Excerpted records START

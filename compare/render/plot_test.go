package render

import (
	"bytes"
	"encoding/xml"
	"flag"
	"image/png"
	"io"
	"math"
	"os"
	"path/filepath"
	"strconv"
	"strings"
	"testing"

	"gonum.org/v1/gonum/floats/scalar"
)

var update = flag.Bool("update", false, "rewrite golden files")

// node is a parsed SVG element.
type node struct {
	Name     string
	Attr     map[string]string
	Text     string
	Children []*node
	Classes  []string // classes of this element and its ancestors
}

func parseSVG(t *testing.T, data []byte) *node {
	t.Helper()
	dec := xml.NewDecoder(bytes.NewReader(data))
	var stack []*node
	var root *node
	for {
		tok, err := dec.Token()
		if err == io.EOF {
			break
		}
		if err != nil {
			t.Fatalf("SVG does not parse as XML: %v", err)
		}
		switch tk := tok.(type) {
		case xml.StartElement:
			n := &node{Name: tk.Name.Local, Attr: map[string]string{}}
			for _, a := range tk.Attr {
				n.Attr[a.Name.Local] = a.Value
			}
			if len(stack) > 0 {
				parent := stack[len(stack)-1]
				parent.Children = append(parent.Children, n)
				n.Classes = append(n.Classes, parent.Classes...)
			} else {
				root = n
			}
			if c := n.Attr["class"]; c != "" {
				n.Classes = append(n.Classes, c)
			}
			stack = append(stack, n)
		case xml.EndElement:
			stack = stack[:len(stack)-1]
		case xml.CharData:
			if len(stack) > 0 {
				stack[len(stack)-1].Text += string(tk)
			}
		}
	}
	return root
}

// find lists the elements named name inside a group whose class is class.
func (n *node) find(name, class string) []*node {
	var out []*node
	var walk func(*node)
	walk = func(m *node) {
		if m.Name == name {
			for _, c := range m.Classes {
				if c == class {
					out = append(out, m)
					break
				}
			}
		}
		for _, c := range m.Children {
			walk(c)
		}
	}
	walk(n)
	return out
}

func (n *node) f(t *testing.T, attr string) float64 {
	t.Helper()
	v, err := strconv.ParseFloat(n.Attr[attr], 64)
	if err != nil {
		t.Fatalf("<%s %s=%q>: %v", n.Name, attr, n.Attr[attr], err)
	}
	return v
}

func near(t *testing.T, what string, got, want float64) {
	t.Helper()
	// Coordinates are printed with two decimals.
	if !scalar.EqualWithinAbs(got, want, 0.006) {
		t.Errorf("%s = %v, want %v", what, got, want)
	}
}

func ptr(x float64) *float64 { return &x }

func golden(t *testing.T, name string, got []byte) {
	t.Helper()
	path := filepath.Join("testdata", name+".golden")
	if *update {
		if err := os.WriteFile(path, got, 0o644); err != nil {
			t.Fatal(err)
		}
		return
	}
	want, err := os.ReadFile(path)
	if err != nil {
		t.Fatalf("%v (run go test -update to create it)", err)
	}
	if !bytes.Equal(got, want) {
		t.Errorf("%s differs from %s; review the change and run go test -update", name, path)
	}
}

// smallFunnel is the known dataset of the funnel golden test.
func smallFunnel() FunnelInput {
	return FunnelInput{
		Title:  "Small funnel",
		XLabel: MeasureLabel("MD", "points"),
		Points: []FunnelPoint{
			{Study: "P1", Effect: -1.0, SE: 0.2, Kind: MarkPublished},
			{Study: "P2", Effect: -0.6, SE: 0.4, Kind: MarkPublished},
			{Study: "R1", Effect: 0.2, SE: 0.5, Kind: MarkRegistry},
		},
		Published: ptr(-0.9),
		Augmented: ptr(-0.6),
		Egger: []EggerPoint{
			{SE: 0, Effect: -1.2, Low: -1.6, High: -0.8},
			{SE: 0.5, Effect: -0.4, Low: -1.2, High: 0.4},
		},
	}
}

// TestFunnelGolden checks the funnel of smallFunnel against coordinates
// that follow from the axis rules (frameFunnel) and the plot box
// (left 76, right 652, top 52, bottom 412):
//
//	SE axis: maxSE = 0.5; step = niceStep(0.5/4 = 0.125) = 0.2;
//	         seTop = ceil(0.5/0.2)·0.2 = 0.6; y(se) = 52 + se/0.6·360 = 52 + 600·se,
//	         so SE 0 sits at the top (y = 52) and 0.6 at the bottom (y = 412).
//	effect axis: values 0, -1, -0.6, 0.2, -0.9, -1.2, -0.4 and ±1.96·0.6 = ±1.17598:
//	         lo = -1.2, hi = 1.17598; step = niceStep(2.37598/6 = 0.396) = 0.5;
//	         [floor(-2.4)·0.5, ceil(2.352)·0.5] = [-1.5, 1.5];
//	         x(v) = 76 + (v + 1.5)/3·576 = 364 + 192·v.
//	contours: 10%: z·0.6 = 0.98691 < 1.5, ends at the bottom, x = 364 ± 189.49;
//	          5%:  z·0.6 = 1.17598, x = 364 ± 225.79, y = 412;
//	          1%:  z·0.6 = 1.5455 > 1.5, leaves by the side at se = 1.5/2.57583 = 0.58234,
//	               x = 364 ± 288 (76 and 652), y = 52 + 600·0.58234 = 401.40.
//	marks: P1 (172, 172), P2 (248.8, 292), R1 (402.4, 352);
//	pooled lines: published x = 364 - 172.8 = 191.2, augmented 248.8.
func TestFunnelGolden(t *testing.T) {
	var buf bytes.Buffer
	if err := FunnelSVG(&buf, smallFunnel()); err != nil {
		t.Fatal(err)
	}
	golden(t, "funnel-small.svg", buf.Bytes())
	root := parseSVG(t, buf.Bytes())

	pubs := root.find("circle", "mark published")
	if len(pubs) != 2 {
		t.Fatalf("%d published circles, want 2", len(pubs))
	}
	near(t, "P1 cx", pubs[0].f(t, "cx"), 172)
	near(t, "P1 cy", pubs[0].f(t, "cy"), 172)
	near(t, "P2 cx", pubs[1].f(t, "cx"), 248.8)
	near(t, "P2 cy", pubs[1].f(t, "cy"), 292)
	if n := len(root.find("polygon", "mark published")); n != 0 {
		t.Errorf("published studies drawn with %d polygons, want circles only", n)
	}
	regs := root.find("polygon", "mark registry")
	if len(regs) != 1 || len(root.find("circle", "mark registry")) != 0 {
		t.Fatalf("registry marks: %d triangles, want 1 and no circles", len(regs))
	}
	// The triangle's centroid is the mean of its vertices.
	var cx, cy float64
	vs := strings.Fields(regs[0].Attr["points"])
	if len(vs) != 3 {
		t.Fatalf("registry mark has %d vertices, want 3", len(vs))
	}
	for _, v := range vs {
		xy := strings.Split(v, ",")
		x, _ := strconv.ParseFloat(xy[0], 64)
		y, _ := strconv.ParseFloat(xy[1], 64)
		cx += x / 3
		cy += y / 3
	}
	near(t, "R1 centroid x", cx, 402.4)
	near(t, "R1 centroid y", cy, 352)
	if regs[0].Attr["fill"] == pubs[0].Attr["fill"] {
		t.Errorf("registry and published marks share the colour %s", regs[0].Attr["fill"])
	}

	lines := root.find("line", "contours")
	if len(lines) != 6 {
		t.Fatalf("%d contour lines, want 6", len(lines))
	}
	want := [][4]float64{ // x1, y1, x2, y2 in DefaultContours order, left then right
		{364, 52, 364 - 189.49, 412}, {364, 52, 364 + 189.49, 412},
		{364, 52, 364 - 225.79, 412}, {364, 52, 364 + 225.79, 412},
		{364, 52, 76, 401.40}, {364, 52, 652, 401.40},
	}
	for i, l := range lines {
		for j, a := range []string{"x1", "y1", "x2", "y2"} {
			near(t, "contour "+strconv.Itoa(i)+" "+a, l.f(t, a), want[i][j])
		}
	}
	if lines[0].Attr["stroke-dasharray"] == lines[2].Attr["stroke-dasharray"] || lines[2].Attr["stroke-dasharray"] == lines[4].Attr["stroke-dasharray"] {
		t.Error("contours of different levels share a dash pattern")
	}

	pl := root.find("line", "pooled published")
	al := root.find("line", "pooled augmented")
	if len(pl) != 1 || len(al) != 1 {
		t.Fatalf("pooled lines: %d published, %d augmented; want 1 each", len(pl), len(al))
	}
	near(t, "published line x", pl[0].f(t, "x1"), 191.2)
	near(t, "augmented line x", al[0].f(t, "x1"), 248.8)

	// Axis orientation: the tick labelled 0.0 is at the top, 0.6 at the bottom.
	ticks := map[string]float64{}
	for _, tx := range root.find("text", "axis y") {
		ticks[tx.Text] = tx.f(t, "y") - 4
	}
	near(t, "y of SE tick 0.0", ticks["0.0"], 52)
	near(t, "y of SE tick 0.6", ticks["0.6"], 412)
	if ticks["0.0"] >= ticks["0.6"] {
		t.Error("SE axis is not inverted: 0 is not above 0.6")
	}
	if len(root.find("polygon", "egger")) != 1 || len(root.find("polyline", "egger")) != 1 {
		t.Error("Egger band or line missing")
	}

	var legend []string
	for _, tx := range root.find("text", "legend") {
		legend = append(legend, tx.Text)
	}
	for _, w := range []string{"Published study", "Registry-only trial", "published only", "with registry trials", "Egger", "No effect", "p = 0.1", "p = 0.05", "p = 0.01"} {
		if !strings.Contains(strings.Join(legend, "|"), w) {
			t.Errorf("legend lacks %q: %q", w, legend)
		}
	}
	var xl string
	for _, tx := range root.find("text", "axis x") {
		xl = tx.Text
	}
	if xl != "Mean difference (points)" {
		t.Errorf("x axis label %q", xl)
	}
}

Excerpted records END

** Exercise aim **
In the entries above, find each line with the word "Kind" and show it.

** Answer **
			{Study: "P1", Effect: -1.0, SE: 0.2, Kind: MarkPublished},
			{Study: "P2", Effect: -0.6, SE: 0.4, Kind: MarkPublished},
			{Study: "R1", Effect: 0.2, SE: 0.5, Kind: MarkRegistry},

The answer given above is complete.